# Flickering or blinking guide screen



## Vindicis (Dec 8, 2005)

Hi all, long time lurker, first time poster. I just had Dish installed last week and really love it so far but have one minor annoying issue. When I set the reciever to display in 720p the guide screen blinks or flashes rapidly anytime I access it. Also, all the menus do the exact same thing (for example if I hit "Info" while viewing a program). When the guide isn't up, the picture looks fantastic and I have 0 complaints. The guide and menus are readable but it starts to give me a headache if I try to read anything for too long because of the constant blinking/flashing image. If I set the mode back to 480p, the flickering goes away. I'm using an Akai (don't laugh) with native 720p output and the DVI connection (the component connection did the same thing however). Any advice?

Also my isntaller told me that my local channels would be added to the guide in a few days (the HD locals in low range of the channels, the SD locals are working fine in the 8000 channel range). It's been 3 weeks and not one channel has been added. I didn't think I could get HD locals without an off air ant. Was the installer just confused or is there something I'm doing wrong?

Thanks a ton in advance!


----------



## logray (Apr 8, 2005)

Vindicis,

Welcome to dbstalk.

As for the flickering screen do you have another set that you can test out 720p with? Does your TV do 1080i? Try 1080i if it does and see if the problem still exists. Do you know where to set the resolution in the menu on the 811? Also, could you please try unplugging the power for both the TV and the 811 for a little while, then plug them back in. It sounds to me like it could be something with the 811 though. You might have success getting a replacement unit if those things don't work.

As for your locals in HD - YES you are correct currently the only way to get them is with an off air antenna. With an extra dish on your roof and some other equipment, you can get CBS HD feed from west or east coast if you can qualify for a waiver based on your estimated off air signal grade. The installer was probably confused and meant your SD locals... which can take a little time to show up on a brand new install.


----------



## Vindicis (Dec 8, 2005)

Thanks for the welcome and quick reply logray! I do know where to change the resolution on the 811. When I set the the resolution to 480p from the 811, the menus stop blinking but of course, I dont like want that resolution if possible. I haven't tried 1080i since my tv is native 720p but I'll give that a shot when I get home this evening. I've tried unplugging both the tv and the 811. I did this when I replaced the component cable with a DVI cable but I had no luck in fixing the issue. Thanks again for the advice and I'll report back after I try 1080i mode.


----------



## Ron Barry (Dec 10, 2002)

:welcome_s vindicis.

Logray suggestions are inline with what I would suggest. You have tried both component and DVI so I think you have ruled out a cable issue. Do you get a flickers when you move around the 811 menus? My guess is that flicker might be the TV not handling a resolution change nicely. Just a thought.
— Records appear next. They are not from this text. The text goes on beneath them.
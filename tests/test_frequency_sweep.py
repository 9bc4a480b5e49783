"""Frequency sweeps without one LU per point: Hessenberg and modal forms against dense solves.

Reference: numpy.linalg.solve of (pI − A) X = B at each point (LAPACK's dense LU with partial pivoting).
"""

import numpy as np
import pytest
from hypothesis import given, settings
from hypothesis import strategies as st

from gainboard.core._frequency_sweep import HessenbergResponse, ModalResponse, sweep_response


def _dense(A, B, K, points):
    n = A.shape[0]
    return K @ np.linalg.solve(points[:, None, None] * np.eye(n) - A, np.broadcast_to(B.astype(complex), (points.size,) + B.shape))


@settings(max_examples=30, deadline=None)
@given(seed=st.integers(0, 2**32 - 1), n=st.integers(1, 12), m=st.integers(1, 3), sampled=st.booleans())
def test_hessenberg_sweep_equals_dense_solves(seed, n, m, sampled):
    rng = np.random.default_rng(seed)
    A, B, K = rng.normal(size=(n, n)), rng.normal(size=(n, m)), rng.normal(size=(m, n))
    omega = np.geomspace(1e-3, 1e3, 57)
    points = np.exp(1j * omega * 0.1) if sampled else 1j * omega
    reference = _dense(A, B, K, points)
    values = HessenbergResponse.of(A, B, K).transfer(points)
    # backward-stable solves: error of the order of the condition number times eps (Wilkinson, from memory)
    condition = np.linalg.cond(points[:, None, None] * np.eye(n) - A)
    bound = 1e3 * n * np.finfo(float).eps * condition[:, None, None] * np.linalg.norm(K) * np.linalg.norm(B)
    assert np.all(np.abs(values - reference) <= bound)


def test_hessenberg_sweep_works_in_blocks_with_the_same_numbers(monkeypatch, rng):
    import gainboard.core._frequency_sweep as sweep

    A, B, K = rng.normal(size=(9, 9)), rng.normal(size=(9, 2)), rng.normal(size=(2, 9))
    points = 1j * np.linspace(0.1, 10, 40)
    whole = HessenbergResponse.of(A, B, K).transfer(points)
    monkeypatch.setattr(sweep, "_FACTOR_BUDGET", 81 * 3)  # three points per block
    assert np.array_equal(HessenbergResponse.of(A, B, K).transfer(points), whole)


def test_sweep_on_an_eigenvalue_is_not_finite():
    # A = diag(−1, −2): the point p = −1 is a pole (numpy would refuse the singular solve)
    A = np.diag([-1.0, -2.0])
    values = HessenbergResponse.of(A, np.ones((2, 1)), np.ones((1, 2))).transfer(np.array([-1.0 + 0j, 1j]))
    assert not np.isfinite(values[0]).all()
    assert values[1, 0, 0] == pytest.approx(1 / (1j + 1) + 1 / (1j + 2), rel=1e-14)  # partial fractions, by hand


def test_well_conditioned_plants_use_the_modal_form_and_defective_ones_do_not(rng):
    A = rng.normal(size=(6, 6))
    assert isinstance(sweep_response(A - 3 * np.eye(6), np.ones((6, 1)), np.ones((1, 6))), ModalResponse)
    jordan = np.array([[-1.0, 1.0], [0.0, -1.0]])  # defective: its eigenvector matrix is singular
    assert isinstance(sweep_response(jordan, np.ones((2, 1)), np.ones((1, 2))), HessenbergResponse)
    points = 1j * np.geomspace(1e-2, 1e2, 30)
    modal = sweep_response(A - 3 * np.eye(6), np.ones((6, 1)), np.ones((1, 6))).transfer(points)
    assert np.allclose(modal, _dense(A - 3 * np.eye(6), np.ones((6, 1)), np.ones((1, 6)), points), rtol=1e-10,
                       atol=1e-12)
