"""Live rooms without a browser: sharing a design between sessions, last writer wins, isolation.

Sessions here are workbenches built in this process without a server, so a room's
``schedule`` runs each update at once (or, for the concurrency tests, from a queue
that the test empties). The browser test with two real pages is
tests/browser/test_sharing.py; the failing-session test over real connections is
tests/test_session_isolation.py.

Reference values:
- case 1 of shared/reference-cases.md: A = [[0,1,0],[0,0,1],[−1,−5,−6]], B = e3, K = [199, 55, 8]
  → closed-loop poles −2 ± 4j, −10 (Ogata, *Modern Control Engineering*, 5th ed., Example 10-1, from memory);
- numpy's eigenvalues of A − BK as the independent check of the poles a session shows.
"""

from __future__ import annotations

import logging
from pathlib import Path

import numpy as np
import pytest

from gainboard import core
from gainboard.app.rooms import (
    MAX_MEMBERS,
    Room,
    RoomError,
    RoomMember,
    RoomRegistry,
    SharedDesign,
    SharedEvaluations,
    check_room_name,
    describe_change,
)
from pole_references import REFERENCE_GAIN, REFERENCE_POLES, matched_distance
from pole_references import numpy_closed_loop_poles as eig_closed_loop

DATA = Path(__file__).resolve().parent / "data"


@pytest.fixture(scope="module")
def reference_plant():
    return core.load_plant_file(DATA / "third_order_reference.toml")


@pytest.fixture
def rooms(monkeypatch):
    """A fresh set of rooms for each test (the process-wide registry stays untouched)."""
    from gainboard.app import room_link

    registry = RoomRegistry()
    monkeypatch.setattr(room_link, "ROOMS", registry)
    return registry


def session(plant, name: str):
    """A workbench session without a server (updates from the room run at once), without autosave."""
    from gainboard.app.state import DesignState
    from gainboard.app.workbench import Workbench

    return Workbench(DesignState(plant, plant_label="third_order_reference.toml"), nickname=name)


# -- sessions sharing a room ---------------------------------------------------------------


def test_a_gain_set_in_one_session_shows_in_the_other_with_the_textbook_poles(rooms, reference_plant):
    ana, ben = session(reference_plant, "Ana"), session(reference_plant, "Ben")
    assert ana.join_room("lab") and ben.join_room("lab")
    assert ana.state.set_gain(REFERENCE_GAIN)
    np.testing.assert_array_equal(ben.state.gain, REFERENCE_GAIN)
    shown = ben.state.evaluation.closed_loop.poles
    assert matched_distance(shown, REFERENCE_POLES) < 1e-9  # Ogata Example 10-1 (from memory)
    assert matched_distance(shown, eig_closed_loop(reference_plant, REFERENCE_GAIN)) < 1e-9  # numpy eig
    # Both sessions show the same design, so it was evaluated once for the room.
    assert ben.state.evaluation is ana.state.evaluation
    # Ben's page says who changed what last; Ana's page says it was her.
    assert "Ana changed K (3 entries)" in ben.header.object
    assert "you changed K (3 entries)" in ana.header.object
    assert "2 here" in ben.header.object


def test_one_entry_changed_is_named_with_its_new_value(rooms, reference_plant):
    ana, ben = session(reference_plant, "Ana"), session(reference_plant, "Ben")
    ana.join_room("lab"), ben.join_room("lab")
    ana.state.set_gain(REFERENCE_GAIN)
    assert ben.state.set_entry(0, 1, 60.0)
    assert "Ben set k₁₂ = 60" in ana.header.object
    np.testing.assert_array_equal(ana.state.gain, [[199.0, 60.0, 8.0]])
    # The change arrived as one step Ana can undo.
    assert ana.state.undo()
    np.testing.assert_array_equal(ana.state.gain, REFERENCE_GAIN)
    # ...and undoing is itself a change the room shares.
    np.testing.assert_array_equal(ben.state.gain, REFERENCE_GAIN)


def test_joining_a_room_that_exists_brings_its_design(rooms, reference_plant):
    ana = session(reference_plant, "Ana")
    ana.join_room("lab")
    ana.state.set_gain(REFERENCE_GAIN)
    ana.state.set_notes("tried the textbook poles")
    late = session(reference_plant, "Cy")
    assert not np.array_equal(late.state.gain, REFERENCE_GAIN)
    assert late.join_room("lab")
    np.testing.assert_array_equal(late.state.gain, REFERENCE_GAIN)
    assert late.state.notes == "tried the textbook poles"
    assert "Joined room lab" in late.state.message


def test_a_new_plant_travels_to_everyone_in_the_room(rooms, reference_plant):
    ana, ben = session(reference_plant, "Ana"), session(reference_plant, "Ben")
    ana.join_room("lab"), ben.join_room("lab")
    assert ana.state.load_plant_reference("maglev_ball")
    assert ben.state.plant is ana.state.plant  # the very same plant object, so evaluations are shared
    np.testing.assert_array_equal(ben.state.gain, ana.state.gain)
    assert "Ana opened maglev_ball" in ben.header.object
    poles = ben.state.evaluation.closed_loop.poles
    assert matched_distance(poles, eig_closed_loop(ben.state.plant, ben.state.gain)) < 1e-8  # numpy eig


def test_leaving_a_room_keeps_the_design_and_stops_the_updates(rooms, reference_plant):
    ana, ben = session(reference_plant, "Ana"), session(reference_plant, "Ben")
    ana.join_room("lab"), ben.join_room("lab")
    ana.state.set_gain(REFERENCE_GAIN)
    ben.leave_room()
    ana.state.set_entry(0, 0, 300.0)
    np.testing.assert_array_equal(ben.state.gain, REFERENCE_GAIN)
    assert "room" not in ben.header.object and "1 here" in ana.header.object


def test_live_drag_steps_are_not_sent_only_the_release_is(rooms, reference_plant):
    ana, ben = session(reference_plant, "Ana"), session(reference_plant, "Ben")
    ana.join_room("lab"), ben.join_room("lab")
    ana.state.set_gain(REFERENCE_GAIN)
    ana.state.set_entry(0, 0, 250.0, live=True)
    np.testing.assert_array_equal(ben.state.gain, REFERENCE_GAIN)
    ana.state.end_gesture()
    np.testing.assert_array_equal(ben.state.gain, [[250.0, 55.0, 8.0]])


def test_a_session_whose_room_update_fails_shows_it_and_the_others_carry_on(rooms, reference_plant, monkeypatch,
                                                                            caplog):
    ana, ben, cy = (session(reference_plant, name) for name in ("Ana", "Ben", "Cy"))
    for member in (ana, ben, cy):
        member.join_room("lab")

    def broken(shared, note=""):
        raise RuntimeError("simulated failure in Ben's session")

    monkeypatch.setattr(ben.state, "adopt_shared", broken)
    with caplog.at_level(logging.ERROR):
        assert ana.state.set_gain(REFERENCE_GAIN)
    np.testing.assert_array_equal(cy.state.gain, REFERENCE_GAIN)
    assert matched_distance(cy.state.evaluation.closed_loop.poles, REFERENCE_POLES) < 1e-9  # Ogata Ex. 10-1
    assert ana.state.message_kind != "error"
    assert ben.state.message_kind == "error" and "simulated failure" in ben.state.message
    assert "simulated failure" in caplog.text


# -- the room itself ---------------------------------------------------------------------------


class QueuedSession:
    """A member whose updates wait in a queue until the test runs them (another session's event loop)."""

    def __init__(self, name: str):
        self.queue = []
        self.changes = []
        self.member = RoomMember(name, self.queue.append, self.changes.append)

    def run(self):
        pending, self.queue[:] = list(self.queue), []
        for function in pending:
            function()


def shared(plant, gain, label="plant"):
    return SharedDesign(plant=plant, plant_label=label, plant_text="", continuous_origin=None, gain=gain, specs=None)


def test_concurrent_edits_end_with_the_last_writer_everywhere(reference_plant):
    room = Room("lab")
    ana, ben = QueuedSession("Ana"), QueuedSession("Ben")
    seed = shared(reference_plant, REFERENCE_GAIN)
    room.join(ana.member, seed), room.join(ben.member, seed)
    first = shared(reference_plant, [[100.0, 55.0, 8.0]])
    second = shared(reference_plant, [[199.0, 70.0, 8.0]])
    room.publish(ana.member, first)
    room.publish(ben.member, second)  # before Ana's change reached Ben: last writer wins
    ana.run(), ben.run()
    assert room.latest.design is second and room.latest.author == "Ben" and room.latest.version == 3
    assert ana.changes[-1].design is second and ben.changes[-1].design is second
    # Ben never sees Ana's overwritten version as news.
    assert all(change.design is not first for change in ben.changes)


def test_a_failing_member_is_logged_and_the_rest_still_get_the_change(reference_plant, caplog):
    room = Room("lab")
    ana, ben, cy = QueuedSession("Ana"), QueuedSession("Ben"), QueuedSession("Cy")
    seed = shared(reference_plant, REFERENCE_GAIN)
    for member in (ana, ben, cy):
        room.join(member.member, seed)

    def broken(change):
        raise RuntimeError("Ben's page failed")

    ben.member.on_change = broken
    design = shared(reference_plant, [[10.0, 20.0, 30.0]])
    with caplog.at_level(logging.ERROR):
        change = room.publish(ana.member, design)
        ana.run(), ben.run(), cy.run()
    assert change.version == 2 and cy.changes[-1].design is design
    assert "Ben's page failed" in caplog.text
    assert ben.member.key in room.members  # a failing page stays in the room; only a gone one is dropped


def test_a_member_whose_session_is_gone_is_dropped(reference_plant):
    room = Room("lab")
    ana = QueuedSession("Ana")
    seed = shared(reference_plant, REFERENCE_GAIN)
    room.join(ana.member, seed)

    def gone(function):
        raise RuntimeError("the document was destroyed")

    ghost = RoomMember("Gone", gone, lambda change: None)
    room.join(ghost, seed)
    room.publish(ana.member, shared(reference_plant, [[1.0, 2.0, 3.0]]))
    assert list(room.members) == [ana.member.key]


def test_a_full_room_refuses_one_more(reference_plant):
    room = Room("lab")
    seed = shared(reference_plant, REFERENCE_GAIN)
    for index in range(MAX_MEMBERS):
        room.join(RoomMember(f"p{index}", lambda function: None, lambda change: None), seed)
    with pytest.raises(RoomError, match=f"already has {MAX_MEMBERS} people"):
        room.join(RoomMember("one more", lambda function: None, lambda change: None), seed)


def test_the_registry_forgets_the_longest_empty_room_when_full(reference_plant):
    registry = RoomRegistry(max_rooms=2)
    seed = shared(reference_plant, REFERENCE_GAIN)
    registry.room("a")
    second = registry.room("b")
    member = RoomMember("Ana", lambda function: None, lambda change: None)
    second.join(member, seed)
    registry.room("c")  # "a" is empty, "b" is in use
    assert registry.names() == ["b", "c"]
    member_c = RoomMember("Ben", lambda function: None, lambda change: None)
    registry.room("c").join(member_c, seed)
    with pytest.raises(RoomError, match="already has 2 rooms in use"):
        registry.room("d")


@pytest.mark.parametrize("name", ["", "-lead", "a b", "x" * 41, "lab/1", "ü"])
def test_bad_room_names_are_refused_saying_what_a_name_may_hold(name):
    with pytest.raises(RoomError, match="a room name is 1 to 40 letters, digits"):
        check_room_name(name)


def test_describing_changes(reference_plant):
    before = shared(reference_plant, REFERENCE_GAIN, "third_order_reference.toml")
    assert describe_change(None, before) == "started the room with third_order_reference.toml"
    assert describe_change(before, shared(reference_plant, [[199.0, 55.0, -0.5]])) == "set k₁₃ = −0.5"
    assert describe_change(before, shared(reference_plant, [[1.0, 2.0, 8.0]])) == "changed K (2 entries)"
    other = core.load_plant_file(DATA / "third_order_reference.toml")
    assert describe_change(before, shared(other, REFERENCE_GAIN, "copy.toml")) == "opened copy.toml"
    noted = SharedDesign(reference_plant, "p", "", None, REFERENCE_GAIN, None, notes="why")
    assert describe_change(before, noted) == "edited the notes"


def test_shared_evaluations_are_only_reused_for_the_same_plant_and_specs_objects(reference_plant):
    cache = SharedEvaluations(size=2)
    cache.put("key", reference_plant, None, "evaluation")
    assert cache.get("key", reference_plant, None) == "evaluation"
    twin = core.load_plant_file(DATA / "third_order_reference.toml")
    assert cache.get("key", twin, None) is None  # an equal plant that is another object is not trusted
    cache.put("k2", reference_plant, None, 2), cache.put("k3", reference_plant, None, 3)
    assert cache.get("key", reference_plant, None) is None  # the oldest made room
Trying 1080i is a good suggestion if your TV handles it. 

Logray answered the HD locals question just great!


----------



## Jason Nipp (Jun 10, 2004)

Vindicis said:


> I do know where to change the resolution on the 811.


Welcome Vindicis,

Menu 6-1-9


----------



## Vindicis (Dec 8, 2005)

Thanks for the suggestions, folks. I get the flicking in all areas that involve the menu on the 811. The picture looks fantastic however in 720p with no flickering, stretching, or other annomolies, it's just the darn menus in the 811 itself. I would assume if the TV doesnt like that setting, it would carry over to the picture as well as the menu but thats just a wild guess. It's almost like the 811 menu hates 720p mode. I was slightly concerned when I noticed the box that contained that 811 has a huge "Remanufactured" sticker on the side of it.


----------



## Jon Spackman (Feb 7, 2005)

What kind/type of tv are you using? Do you have any processors like iscan or fajoudjia?

If you watch the picture in 720p for a few minutes does it slowly move up and down? I have seen this on sony RPTV that "accept" 720p but like 1080i better....


Jon


----------



## Vindicis (Dec 8, 2005)

I'm using an Akai PT46DL10, from the manufactures site it lists:

46" Wide-Screen Rear Projection Display with DLP Technology
Input Format: 480i/480P/720p/1080i 
1280 x 720 Resolution
1200:1 Contrast Ratio

Based on this, I assumed 720p would be the preferred display mode. The display does not move up or down, in fact its flawless as long as that darn menu is not displaying the channel info or the guide, etc.. Once I'm off the guide or any other 811 menu, I'm in movie heaven. But if I'm looking for something to watch by surfing the guide, I pretty much have to just give up and try the guide on another TV to avoid getting a headache.


----------



## Grampa67 (Mar 14, 2005)

I have a 60 cycle flicker on my sony xbr when viewing the menu. Could this be what you are talking about?


----------



## Vindicis (Dec 8, 2005)

Excuse my ignorance, I'm kinda learning as I go here but what is does 60 cycle flicker mean? Whenever I'm looking at any menu on my 811, the screen blinks/flashes continuously at an extremely rapid rate. Almost like your refresh rate on a pc monitor is set to low and doesnt jive with the lights you use to view it, it gives you that nearly instant headache just looking at it. Its not really blinking on and off, its just sort of flashing rapidly making the text very hard to read.


----------



## Ron Barry (Dec 10, 2002)

vindicis.. Do you see the flicker all the time the info screen pops up or just right after you pop it up. Same things goes with the guide. Is the flicker momentary or does it continue the hole time the guide is up.


----------



## Vindicis (Dec 8, 2005)

Ron, it's continuous the entire time any menu is up on the 811, including the guide.


----------



## logray (Apr 8, 2005)

Just a guess, but you have a bad 811 or you might have luck with 1080i.


----------



## boylehome (Jul 16, 2004)

Vindicis said:


> the flickering goes away. I'm using an Akai (don't laugh) with native 720p output and the DVI connection (the component connection did the same thing however). Any advice?
> Thanks a ton in advance!


Contact E* Tech. Support and get a new 811. You have the same problem with both the DVI and component connections. If other receivers work ok on your monitor then that shows it is 811 specific.


----------



## Vindicis (Dec 8, 2005)

Well I tried 1080i last night. That stopped the menu flickering but sadly my picture turned an ugly greenish color.


----------



## logray (Apr 8, 2005)

Vindicis said:


> Well I tried 1080i last night. That stopped the menu flickering but sadly my picture turned an ugly greenish color.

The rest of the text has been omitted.